Researchers at the Harvard John A. Paulson School of Engineering and Applied Sciences, working with a multi-university team, have developed a framework aimed at improving the reliability and safety of connected autonomous systems by introducing a quantitative measure of trust between machines.
The study, led by Stephanie Gil, outlines the concept of “cy-trust,” defined as a numerical value representing how much one autonomous agent, such as a robot or vehicle, should rely on information received from another agent or data source. The framework is intended for use in cyber-physical systems, including ride-share fleets, automated trucking convoys, and smart infrastructure networks.

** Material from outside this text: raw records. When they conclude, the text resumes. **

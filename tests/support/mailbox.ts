/** The local mail capture's messages, as the browser tests read them (the fakes' mailbox API). */

/** Every message the capture holds now, newest last. */
export async function readMailbox<T>(fakesUrl: string): Promise<T[]> {
  return (await (await fetch(`${fakesUrl}/mailbox/api/messages`)).json()) as T[];
}

/** Polls the capture until `check` holds for its messages; throws after `timeoutMs`. */
export async function waitForMail<T>(
  fakesUrl: string,
  check: (messages: T[]) => boolean,
  what: string,
  timeoutMs = 60_000,
): Promise<T[]> {
  const deadline = Date.now() + timeoutMs;
  for (;;) {
    const messages = await readMailbox<T>(fakesUrl);
    if (check(messages)) return messages;
    if (Date.now() > deadline) throw new Error(`timed out waiting for ${what}`);
    await new Promise((r) => setTimeout(r, 250));
  }
}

The authors argue that existing cybersecurity approaches, which typically focus on controlling system access, are insufficient for systems in which machines must continuously exchange and act on real-time information. In such environments, inaccurate or malicious data can influence collective behavior and lead to physical consequences, including traffic disruptions or safety risks.
The paper identifies several potential threats specific to multi-agent systems. These include manipulation of shared data, such as falsified traffic information, and adversarial behavior by individual agents, such as misreporting position or identity. The researchers note that these vulnerabilities can affect coordination in applications ranging from transportation to emergency response.

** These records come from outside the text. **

/**
 * Web figures measured the same way by the browser test and `npm run bench`: the JavaScript
 * a first visit loads before any route (the entry script and its module preloads, gzip), and
 * the time from navigating to the region benchmark until every practice's funnel point shows.
 */
import { readFileSync } from 'node:fs';
import { join } from 'node:path';
import { gzipSync } from 'node:zlib';
import type { Page } from 'playwright-core';
import { repoRoot } from './paths.ts';

export interface InitialJs {
  files: { file: string; bytes: number; gzip: number }[];
  gzip: number;
}

/** The scripts index.html loads at once (entry and modulepreloads), gzip level 9. */
export function initialJs(dist = join(repoRoot, 'packages', 'web', 'dist')): InitialJs {
  const html = readFileSync(join(dist, 'index.html'), 'utf8');
  const sources = [
    ...html.matchAll(/<script[^>]+src="([^"]+\.js)"/g),
    ...html.matchAll(/<link[^>]+rel="modulepreload"[^>]+href="([^"]+\.js)"/g),
  ].map((m) => m[1]!);
  const files = [...new Set(sources)].map((src) => {
    const body = readFileSync(join(dist, src.replace(/^\//, '')));
    return { file: src, bytes: body.length, gzip: gzipSync(body, { level: 9 }).length };
  });
  return { files, gzip: files.reduce((sum, f) => sum + f.gzip, 0) };
}

/**
 * Milliseconds from `page.goto(url)` (a full navigation, nothing cached in memory) until
 * `points` funnel points are visible. The browser keeps its HTTP cache, as a returning reader's
 * does; the API serves the stored benchmark.
 */
export async function funnelVisibleMs(page: Page, url: string, points: number): Promise<number> {
  const start = Date.now();
  await page.goto(url, { waitUntil: 'commit' });
  await page.waitForFunction(
    (count) => {
      const shown = [...document.querySelectorAll('.cairn-funnel-point')].filter((el) => {
        const box = (el as SVGGElement).getBoundingClientRect();
        return box.width > 0 && box.height > 0;
      });
      return shown.length >= count;
    },
    points,
    { timeout: 30_000, polling: 'raf' },
  );
  return Date.now() - start;
}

To address these risks, the proposed framework incorporates data validation mechanisms using onboard sensors and communication signals. Systems equipped with cameras, lidar, radar, and GPS could cross-check externally received data against locally observed conditions. Signal-processing techniques applied to wireless communications may also help verify the origin of transmitted information.

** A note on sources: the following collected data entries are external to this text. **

import { screen, waitFor, within } from '@testing-library/react';
import userEvent from '@testing-library/user-event';
import { afterEach, describe, expect, it, vi } from 'vitest';
import { renderApp } from '../../../test/render';
import type { Route } from '../../../test/route-stub';
import { stubSignedIn } from '../../../test/signed-in';
import benchmark from '../../../test/fixtures/benchmark-q8.json';
import funnel from '../../../test/fixtures/funnel-q8-hba1c.json';
import ov102 from '../../../test/fixtures/results-ov102-priya.json';
import ov102Detail from '../../../test/fixtures/detail-ov102-priya.json';
import type {
  DisclosedCell,
  PeerTable,
  Report,
  ReportPractice,
  ReportRegion,
} from '../../lib/api/types';

// Report answers built from the API's own answers over the demo region (2026 Q3, trimmed to
// four practices and three measures): the benchmark, a funnel and OV102's results.
const slow = { timeout: 15_000 };
const CAUTION = /It is not clinical advice and not a decision tool/;

const everyPractice = [
  ...benchmark.practices.map((p) => p.practice),
  ...benchmark.coverage.missing,
].sort((a, b) => a.code.localeCompare(b.code));

function report(changes: Partial<Report> = {}): Report {
  return {
    id: 5,
    label: '2026 Q3 · report 2',
    sequence: 2,
    quarterId: 8,
    quarterLabel: '2026 Q3',
    measureSetId: 'cairn-default-2026.1',
    status: 'published',
    publishedAt: '2026-12-04T10:00:00.000Z',
    publishedBy: 'Imogen Varley',
    releaseNote: 'OV205 sent a corrected extract.',
    contentHash: 'ab'.repeat(32),
    submissionCount: 4,
    replacedBy: null,
    withdrawal: null,
    permalink: '/reports/5',
    practices: everyPractice,
    actions: { withdraw: true, region: true },
    ...changes,
  };
}

const shown = (value: number): DisclosedCell => ({
  value,
  display: String(value),
  suppression: 'none',
});
const hidden = (display: string, suppression: DisclosedCell['suppression']): DisclosedCell => ({
  value: null,
  display,
  suppression,
});
const practice = (code: string) => everyPractice.find((p) => p.code === code)!;

/** HbA1c recorded, as OV102's leads read it: their own row in full, the others protected. */
const peers: PeerTable = {
  measure: 'hba1c',
  split: 'all',
  rows: [
    {
      practice: practice('OV101'),
      own: false,
      met: shown(941),
      notMet: shown(172),
      n: shown(1113),
      rate: 941 / 1113,
    },
    {
      practice: practice('OV102'),
      own: true,
      met: shown(417),
      notMet: shown(30),
      n: shown(447),
      rate: 417 / 447,
    },
    {
      practice: practice('OV201'),
      own: false,
      met: hidden('< 5', 'primary'),
      notMet: hidden('withheld', 'secondary'),
      n: shown(7),
      rate: null,
    },
  ],
  met: shown(1362),
  notMet: hidden('withheld', 'secondary'),
  n: shown(1567),
  rate: null,
  withheld: true,
};

function part(r: Report): ReportPractice {
  return {
    report: r,
    practice: practice('OV102'),
    state: 'results',
    message: null,
    // As a report freezes them: the results with their detail.
    results: { ...ov102, detail: ov102Detail.detail } as unknown as ReportPractice['results'],
    peers: [peers],
    caution: 'x',
  };
}

function region(r: Report): ReportRegion {
  return {
    report: r,
    splits: [benchmark as unknown as ReportRegion['splits'][number]],
    funnels: [funnel as unknown as ReportRegion['funnels'][number]],
    trends: [],
    peerTables: [],
    caution: 'x',
  };
}

const stub = stubSignedIn;

/** Where a download button (an anchor) leads. */
const download = (text: string) => screen.getByText(text).closest('a')!.getAttribute('href');

const problem = (status: number, type: string, title: string, detail: string, extra = {}) => ({
  status,
  body: { type: `/api/problems/${type}`, title, status, detail, ...extra },
});

vi.setConfig({ testTimeout: 30_000 });

afterEach(() => {
  vi.unstubAllGlobals();
});

describe('Reports list', () => {
  it('lists a quarter’s reports newest first: published, replaced and withdrawn with its reason', async () => {
    const second = report();
    const first = report({
      id: 4,
      label: '2026 Q3 · report 1',
      sequence: 1,
      status: 'replaced',
      permalink: '/reports/4',
      replacedBy: { id: 5, label: '2026 Q3 · report 2' },
    });
    const withdrawn = report({
      id: 3,
      label: '2026 Q2 · report 1',
      sequence: 1,
      quarterId: 7,
      quarterLabel: '2026 Q2',
      status: 'withdrawn',
      permalink: '/reports/3',
      practices: [],
      withdrawal: {
        at: '2026-11-02T09:00:00.000Z',
        by: 'Imogen Varley',
        reason: 'OV205’s extract was wrong',
      },
      actions: { withdraw: false, region: false },
    });
    stub('auditor', {
      'GET /api/reports?quarterId=8': {
        body: { reports: [second, first, withdrawn], actions: { publish: false } },
      },
    });
    renderApp('/reports?quarter=8');
    const table = (await screen.findByText('2026 Q3 · report 2', {}, slow)).closest('table')!;
    const rows = within(table).getAllByRole('row').slice(1);
    expect(
      rows.map((r) => within(r).getAllByRole('cell')[0]?.textContent ?? r.textContent),
    ).toHaveLength(3);
    expect(rows[0]!.textContent).toMatch(/2026 Q3 · report 2.*published/i);
    expect(rows[0]!.textContent).toContain('OV205 sent a corrected extract.');
    expect(rows[1]!.textContent).toMatch(/2026 Q3 · report 1.*replaced/i);
    expect(rows[2]!.textContent).toMatch(/withdrawn/i);
    expect(rows[2]!.textContent).toContain('Withdrawn: OV205’s extract was wrong');
    expect(
      within(rows[0]!)
        .getByRole('link', { name: /2026 Q3 · report 2/ })
        .getAttribute('href'),
    ).toBe('/reports/5');
    // The auditor publishes nothing.
    expect(screen.queryByRole('button', { name: /Publish report/ })).toBeNull();
  });

  it('shows a withdrawn report’s page as a tombstone: who, when and why, no figures or downloads', async () => {
    const withdrawn = report({
      status: 'withdrawn',
      practices: [],
      withdrawal: {
        at: '2026-12-04T11:00:00.000Z',
        by: 'Imogen Varley',
        reason: 'Published from the wrong quarter',
      },
      actions: { withdraw: false, region: false },
    });
    const { calls } = stub('regional_lead', { 'GET /api/reports/5': { body: withdrawn } });
    renderApp('/reports/5');
    await screen.findByText('This report was withdrawn', {}, slow);
    expect(screen.getByText(/by Imogen Varley: Published from the wrong quarter/)).toBeTruthy();
    expect(screen.queryByText(/data pack/)).toBeNull();
    expect(screen.queryByRole('button', { name: 'Withdraw' })).toBeNull();
    expect(calls.some((c) => c.path.startsWith('/api/reports/5/'))).toBe(false);
  });
});

describe('Report page', () => {
  it('shows the region’s figures and a practice’s, each with its downloads, and the caution once', async () => {
    const r = report();
    stub('regional_lead', {
      'GET /api/reports/5': { body: r },
      'GET /api/reports/5/region': { body: region(r) },
      'GET /api/reports/5/practices/1': {
        body: { ...part(r), practice: practice('OV101'), peers: [] },
      },
    });
    renderApp('/reports/5');
    await screen.findByText(
      'Everyone, 4 practices with results; 1 without a confirmed extract when published',
      {},
      slow,
    );
    const regionTable = screen.getByText(/^Everyone, 4 practices/).closest('table')!;
    const hba1c = within(regionTable)
      .getByRole('rowheader', { name: 'HbA1c recorded' })
      .closest('tr')!;
    expect(
      within(hba1c)
        .getAllByRole('cell')
        .map((c) => c.textContent),
    ).toEqual(['87.7 %', '88.1 %', '29', expect.stringContaining('NICE NG28')]);
    expect(screen.getByText(r.contentHash)).toBeTruthy();
    expect(screen.getByText('OV205 sent a corrected extract.')).toBeTruthy();
    expect(download('Region data pack (XLSX)')).toBe('/api/reports/5/data-pack.xlsx');
    expect(download('Region report (PDF)')).toBe('/api/reports/5/report.pdf');
    await screen.findByText('OV101 data pack (XLSX)', {}, slow);
    expect(download('OV101 data pack (XLSX)')).toBe('/api/reports/5/practices/1/data-pack.xlsx');
    expect(download('OV101 report (PDF)')).toBe('/api/reports/5/practices/1/report.pdf');
    expect(screen.getAllByText(CAUTION)).toHaveLength(1);
  });

  it('shows a practice lead their own practice in full and other practices under disclosure control', async () => {
    const r = report({
      practices: [practice('OV102')],
      actions: { withdraw: false, region: false },
    });
    const { calls } = stub('practice_lead', {
      'GET /api/reports/5': { body: r },
      'GET /api/reports/5/practices/2': { body: part(r) },
    });
    renderApp('/reports/5');
    const own = await screen.findByText('417 / 447', {}, slow);
    expect(own.closest('tr')!.textContent).toContain('93.3 % (90.6 % – 95.3 %)');
    const table = screen.getByText(/Other practices under disclosure control/).closest('table')!;
    const row = (code: string) =>
      within(table)
        .getByRole('rowheader', { name: new RegExp(`^${code} `) })
        .closest('tr')!;
    const cells = (code: string) =>
      within(row(code))
        .getAllByRole('cell')
        .map((c) => c.textContent);
    expect(within(row('OV102')).getByRole('rowheader').textContent).toContain('(yours)');
    expect(cells('OV102')).toEqual(['417', '30', '447', '93.3 %']);
    expect(cells('OV201')).toEqual(['< 5', 'withheld', '7', 'withheld']);
    expect(
      within(table).getByRole('rowheader', { name: 'Region' }).closest('tr')!.textContent,
    ).toContain('withheld');
    expect(screen.queryByText('Region data pack (XLSX)')).toBeNull();
    expect(download('OV102 data pack (XLSX)')).toBe('/api/reports/5/practices/2/data-pack.xlsx');
    expect(screen.queryByRole('button', { name: 'Withdraw' })).toBeNull();
    expect(calls.some((c) => c.path === '/api/reports/5/region')).toBe(false);
    expect(screen.getAllByText(CAUTION)).toHaveLength(1);
  });
});

describe('Withdraw dialog', () => {
  it('shows the API’s refusal of a blank reason next to the field, and any other refusal in the dialog', async () => {
    const r = report({ practices: [] });
    let answer: Route = problem(400, 'validation-failed', 'The reason is empty', 'Say why.', {
      errors: [{ field: 'reason', message: 'must not be blank' }],
    });
    const { calls } = stub('regional_lead', {
      'GET /api/reports/5': { body: r },
      'GET /api/reports/5/region': { body: region(r) },
      'POST /api/reports/5/withdraw': (body) =>
        typeof answer === 'function' ? answer(body) : answer,
    });
    const user = userEvent.setup();
    renderApp('/reports/5');
    await user.click(await screen.findByRole('button', { name: 'Withdraw' }, slow));
    const dialog = await screen.findByRole('dialog');
    await user.click(within(dialog).getByRole('button', { name: 'Withdraw report' }));
    expect(await within(dialog).findByText('Must not be blank.')).toBeTruthy();
    answer = problem(
      409,
      'report-withdrawn',
      'Already withdrawn',
      'Withdrawn earlier by Imogen Varley.',
    );
    await user.type(within(dialog).getByLabelText(/Reason/), 'Wrong quarter');
    await user.click(within(dialog).getByRole('button', { name: 'Withdraw report' }));
    expect(await within(dialog).findByText('Already withdrawn')).toBeTruthy();
    expect(within(dialog).getByText('Withdrawn earlier by Imogen Varley.')).toBeTruthy();
    expect(calls.filter((c) => c.method === 'POST').map((c) => c.body)).toEqual([
      { reason: '' },
      { reason: 'Wrong quarter' },
    ]);
  });
});

describe('Publishing from the benchmark page', () => {
  const benchmarkRoutes = (publish: boolean): Record<string, Route> => ({
    'GET /api/quarters/8/benchmark?split=all': { body: benchmark },
    'GET /api/quarters/8/benchmark/measures/hba1c?split=all': { body: funnel },
    'GET /api/reports?quarterId=8': { body: { reports: [report()], actions: { publish } } },
  });

  it('is not offered to the auditor', async () => {
    const { fetchMock } = stub('auditor', benchmarkRoutes(false));
    renderApp('/benchmark?quarter=8');
    await screen.findAllByRole('button', { name: /^OV102 / }, slow);
    await waitFor(() =>
      expect(
        fetchMock.mock.results.some(
          (r, i) =>
            String(fetchMock.mock.calls[i]![0]).includes('/api/reports?quarterId=8') &&
            r.type === 'return',
        ),
      ).toBe(true),
    );
    await new Promise((resolve) => setTimeout(resolve, 50));
    expect(screen.queryByText(/Publish report/)).toBeNull();
  });

  it('refuses a blank release note next to the field, shows the API’s refusal, then opens the new report', async () => {
    const published = report({
      id: 6,
      label: '2026 Q3 · report 3',
      sequence: 3,
      permalink: '/reports/6',
    });
    let answer: Route = problem(
      409,
      'benchmark-changed',
      'The benchmark changed while publishing',
      'An extract for 2026 Q3 was confirmed while the report was being frozen.',
    );
    const { calls } = stub('regional_lead', {
      ...benchmarkRoutes(true),
      'POST /api/quarters/8/reports': (body) =>
        typeof answer === 'function' ? answer(body) : answer,
      'GET /api/reports/6': { body: published },
      'GET /api/reports/6/region': { body: region(published) },
      'GET /api/reports/6/practices/1': {
        body: { ...part(published), practice: practice('OV101') },
      },
    });
    const user = userEvent.setup();
    renderApp('/benchmark?quarter=8');
    await user.click(await screen.findByRole('button', { name: 'Publish report…' }, slow));
    const dialog = await screen.findByRole('dialog', { name: /Publish 2026 Q3/ });
    expect(within(dialog).getByText(/2026 Q3 · report 2 stays readable/)).toBeTruthy();
    await user.click(within(dialog).getByRole('button', { name: 'Publish report' }));
    expect(
      within(dialog).getByText('Write a release note: what readers of this report should know.'),
    ).toBeTruthy();
    expect(
      within(dialog)
        .getByLabelText(/Release note/)
        .getAttribute('aria-invalid'),
    ).toBe('true');
    expect(calls.some((c) => c.method === 'POST')).toBe(false);

    await user.type(within(dialog).getByLabelText(/Release note/), 'Third report of the quarter.');
    expect(
      within(dialog).queryByText('Write a release note: what readers of this report should know.'),
    ).toBeNull();
    await user.click(within(dialog).getByRole('button', { name: 'Publish report' }));
    expect(await within(dialog).findByText('The benchmark changed while publishing')).toBeTruthy();

    answer = { status: 201, body: published };
    await user.click(within(dialog).getByRole('button', { name: 'Publish report' }));
    expect(await screen.findByText('2026 Q3 · report 3', {}, slow)).toBeTruthy();
    expect(calls.filter((c) => c.method === 'POST').map((c) => [c.path, c.body])).toEqual([
      ['/api/quarters/8/reports', { releaseNote: 'Third report of the quarter.' }],
      ['/api/quarters/8/reports', { releaseNote: 'Third report of the quarter.' }],
    ]);
  });
});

Within the framework, each agent assigns a trust score between zero and one to incoming data based on factors such as sensor input, network behavior, and prior interactions. These scores influence decision-making processes, allowing systems to discount or ignore inputs deemed unreliable. According to the authors, this approach could help prevent system-wide disruptions caused by compromised or deceptive agents.
Experimental work conducted by the research team includes simulations in which cooperative robots attempt to reach consensus while adversarial agents introduce false information. In these scenarios, the system evaluates message sources and adjusts trust levels over time, enabling it to identify and disregard malicious inputs while maintaining coordination among reliable agents.
The researchers state that broader adoption of such frameworks may depend on their integration into system design standards and regulatory approaches, particularly as autonomous and interconnected technologies expand into public environments.